*** Task inputs ***
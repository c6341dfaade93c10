/**
 * Runs the step list through the operation registry: every enabled step is a CorrectionOp looked
 * up by name, its parameters validated by the same code as the command line.
 */
import { CancelledError, ParameterError } from '../../../dsp/errors.ts';
import { validateParams } from '../../../dsp/ops/params.ts';
import { findOperation } from '../../../dsp/ops/registry.ts';
import type { CorrectionOp, OpContext, ParamValues, Rendering } from '../../../dsp/ops/types.ts';
import type { AudioSource, Block, BlockOptions } from '../../../dsp/source.ts';
import { MemorySource, resolveRange } from '../../../dsp/source.ts';
import type { StepSpec } from './protocol.ts';

export function correctionOf(name: string): CorrectionOp {
  const op = findOperation(name);
  if (!op || op.kind !== 'correction') throw new ParameterError(`no correction named "${name}"`);
  return op;
}

export interface Progress {
  progress(fraction: number, label: string): void;
  warn(message: string): void;
  readonly signal: { readonly aborted: boolean };
}

const check = (signal: { aborted: boolean }) => {
  if (signal.aborted) throw new CancelledError('cancelled');
};

function stepContext(p: Progress, k: number, n: number, share: number, offset: number, label: string): OpContext {
  return {
    progress: (f) => p.progress((k + offset + share * Math.min(1, Math.max(0, f))) / n, label),
    warn: (m) => p.warn(`${label}: ${m}`),
    signal: p.signal,
  };
}

/** Renders the steps one after another into memory (previews and short files). */
export async function renderInMemory(source: AudioSource, steps: readonly StepSpec[], p: Progress): Promise<{ out: AudioSource; resolved: ParamValues[] }> {
  let current = source;
  const resolved: ParamValues[] = [];
  for (let k = 0; k < steps.length; k++) {
    const op = correctionOf(steps[k]!.op);
    const params = validateParams(op.params, steps[k]!.params);
    const rendering = await op.prepare(current, params, stepContext(p, k, steps.length, 0.3, 0, op.title));
    check(p.signal);
    const channels = await collect(rendering, stepContext(p, k, steps.length, 0.7, 0.3, op.title), p.signal);
    current = new MemorySource(channels, rendering.sampleRateHz);
    resolved.push(rendering.resolved);
  }
  return { out: current, resolved };
}

async function collect(r: Rendering, ctx: OpContext, signal: { aborted: boolean }): Promise<Float64Array[]> {
  const parts: Block[] = [];
  let total = 0;
  for await (const b of r.blocks) {
    check(signal);
    parts.push(b);
    total += b[0]?.length ?? 0;
    if (r.framesHint) ctx.progress(total / r.framesHint);
  }
  const out = Array.from({ length: r.channelCount }, () => new Float64Array(total));
  let at = 0;
  for (const b of parts) {
    for (let c = 0; c < r.channelCount; c++) out[c]!.set(b[c]!, at);
    at += b[0]?.length ?? 0;
  }
  return out;
}

/**
 * A step's output as a re-readable source without holding it: each pass prepares the step again
 * with the parameters it resolved the first time. Needs the step to announce its length.
 */
class StepSource implements AudioSource {
  constructor(private readonly op: CorrectionOp, private readonly upstream: AudioSource, private readonly params: ParamValues, private readonly first: Rendering) {
    if (first.framesHint === undefined) throw new ParameterError(`${op.title} does not say how long its output is, so it cannot be chained on a long file`);
  }
  get sampleRateHz() { return this.first.sampleRateHz; }
  get channelCount() { return this.first.channelCount; }
  get frames() { return this.first.framesHint!; }
  async *blocks(options: BlockOptions = {}): AsyncIterable<Block> {
    const [start, end] = resolveRange(this, options);
    const r = await this.op.prepare(this.upstream, this.params, { progress() {}, warn() {} });
    let at = 0;
    const wanted: Block[] = [];
    for await (const b of r.blocks) {
      const len = b[0]?.length ?? 0;
      const lo = Math.max(start, at), hi = Math.min(end, at + len);
      if (hi > lo) {
        const piece = b.map((x) => x.subarray(lo - at, hi - at));
        if (options.reverse) wanted.push(piece.map((x) => x.slice()));
        else yield piece.map((x) => x.slice());
      }
      at += len;
      if (at >= end) break;
    }
    if (options.reverse) for (const piece of wanted.reverse()) yield piece.map((x) => x.slice().reverse());
  }
}

/** The last step's rendering over a long source, earlier steps chained as re-readable sources. */
export async function streamingRendering(source: AudioSource, steps: readonly StepSpec[], p: Progress): Promise<{ rendering: Rendering; resolved: ParamValues[] }> {
  let current = source;
  const resolved: ParamValues[] = [];
  let last: Rendering | null = null;
  for (let k = 0; k < steps.length; k++) {
    const op = correctionOf(steps[k]!.op);
    const params = validateParams(op.params, steps[k]!.params);
    const r = await op.prepare(current, params, stepContext(p, k, steps.length, 1, 0, op.title));
    check(p.signal);
    resolved.push(r.resolved);
    last = r;
    if (k < steps.length - 1) current = new StepSource(op, current, { ...params, ...r.resolved }, r);
  }
  if (!last) {
    const src = current;
    last = { sampleRateHz: src.sampleRateHz, channelCount: src.channelCount, framesHint: src.frames, blocks: src.blocks(), resolved: {} };
  }
  return { rendering: last, resolved };
}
*** End of Task inputs ***
__Problem statement__
Word for word, transcribe all of the material.

__The completed task__
repository c6341dfaade93c10
/**
 * Runs the step list through the operation registry: every enabled step is a CorrectionOp looked
 * up by name, its parameters validated by the same code as the command line.
 */
import { CancelledError, ParameterError } from '../../../dsp/errors.ts';
import { validateParams } from '../../../dsp/ops/params.ts';
import { findOperation } from '../../../dsp/ops/registry.ts';
import type { CorrectionOp, OpContext, ParamValues, Rendering } from '../../../dsp/ops/types.ts';
import type { AudioSource, Block, BlockOptions } from '../../../dsp/source.ts';
import { MemorySource, resolveRange } from '../../../dsp/source.ts';
import type { StepSpec } from './protocol.ts';

export function correctionOf(name: string): CorrectionOp {
  const op = findOperation(name);
  if (!op || op.kind !== 'correction') throw new ParameterError(`no correction named "${name}"`);
  return op;
}

export interface Progress {
  progress(fraction: number, label: string): void;
  warn(message: string): void;
  readonly signal: { readonly aborted: boolean };
}

const check = (signal: { aborted: boolean }) => {
  if (signal.aborted) throw new CancelledError('cancelled');
};

function stepContext(p: Progress, k: number, n: number, share: number, offset: number, label: string): OpContext {
  return {
    progress: (f) => p.progress((k + offset + share * Math.min(1, Math.max(0, f))) / n, label),
    warn: (m) => p.warn(`${label}: ${m}`),
    signal: p.signal,
  };
}

/** Renders the steps one after another into memory (previews and short files). */
export async function renderInMemory(source: AudioSource, steps: readonly StepSpec[], p: Progress): Promise<{ out: AudioSource; resolved: ParamValues[] }> {
  let current = source;
  const resolved: ParamValues[] = [];
  for (let k = 0; k < steps.length; k++) {
    const op = correctionOf(steps[k]!.op);
    const params = validateParams(op.params, steps[k]!.params);
    const rendering = await op.prepare(current, params, stepContext(p, k, steps.length, 0.3, 0, op.title));
    check(p.signal);
    const channels = await collect(rendering, stepContext(p, k, steps.length, 0.7, 0.3, op.title), p.signal);
    current = new MemorySource(channels, rendering.sampleRateHz);
    resolved.push(rendering.resolved);
  }
  return { out: current, resolved };
}

async function collect(r: Rendering, ctx: OpContext, signal: { aborted: boolean }): Promise<Float64Array[]> {
  const parts: Block[] = [];
  let total = 0;
  for await (const b of r.blocks) {
    check(signal);
    parts.push(b);
    total += b[0]?.length ?? 0;
    if (r.framesHint) ctx.progress(total / r.framesHint);
  }
  const out = Array.from({ length: r.channelCount }, () => new Float64Array(total));
  let at = 0;
  for (const b of parts) {
    for (let c = 0; c < r.channelCount; c++) out[c]!.set(b[c]!, at);
    at += b[0]?.length ?? 0;
  }
  return out;
}

/**
 * A step's output as a re-readable source without holding it: each pass prepares the step again
 * with the parameters it resolved the first time. Needs the step to announce its length.
 */
class StepSource implements AudioSource {
  constructor(private readonly op: CorrectionOp, private readonly upstream: AudioSource, private readonly params: ParamValues, private readonly first: Rendering) {
    if (first.framesHint === undefined) throw new ParameterError(`${op.title} does not say how long its output is, so it cannot be chained on a long file`);
  }
  get sampleRateHz() { return this.first.sampleRateHz; }
  get channelCount() { return this.first.channelCount; }
  get frames() { return this.first.framesHint!; }
  async *blocks(options: BlockOptions = {}): AsyncIterable<Block> {
    const [start, end] = resolveRange(this, options);
    const r = await this.op.prepare(this.upstream, this.params, { progress() {}, warn() {} });
    let at = 0;
    const wanted: Block[] = [];
    for await (const b of r.blocks) {
      const len = b[0]?.length ?? 0;
      const lo = Math.max(start, at), hi = Math.min(end, at + len);
      if (hi > lo) {
        const piece = b.map((x) => x.subarray(lo - at, hi - at));
        if (options.reverse) wanted.push(piece.map((x) => x.slice()));
        else yield piece.map((x) => x.slice());
      }
      at += len;
      if (at >= end) break;
    }
    if (options.reverse) for (const piece of wanted.reverse()) yield piece.map((x) => x.slice().reverse());
  }
}

/** The last step's rendering over a long source, earlier steps chained as re-readable sources. */
export async function streamingRendering(source: AudioSource, steps: readonly StepSpec[], p: Progress): Promise<{ rendering: Rendering; resolved: ParamValues[] }> {
  let current = source;
  const resolved: ParamValues[] = [];
  let last: Rendering | null = null;
  for (let k = 0; k < steps.length; k++) {
    const op = correctionOf(steps[k]!.op);
    const params = validateParams(op.params, steps[k]!.params);
    const r = await op.prepare(current, params, stepContext(p, k, steps.length, 1, 0, op.title));
    check(p.signal);
    resolved.push(r.resolved);
    last = r;
    if (k < steps.length - 1) current = new StepSource(op, current, { ...params, ...r.resolved }, r);
  }
  if (!last) {
    const src = current;
    last = { sampleRateHz: src.sampleRateHz, channelCount: src.channelCount, framesHint: src.frames, blocks: src.blocks(), resolved: {} };
  }
  return { rendering: last, resolved };
}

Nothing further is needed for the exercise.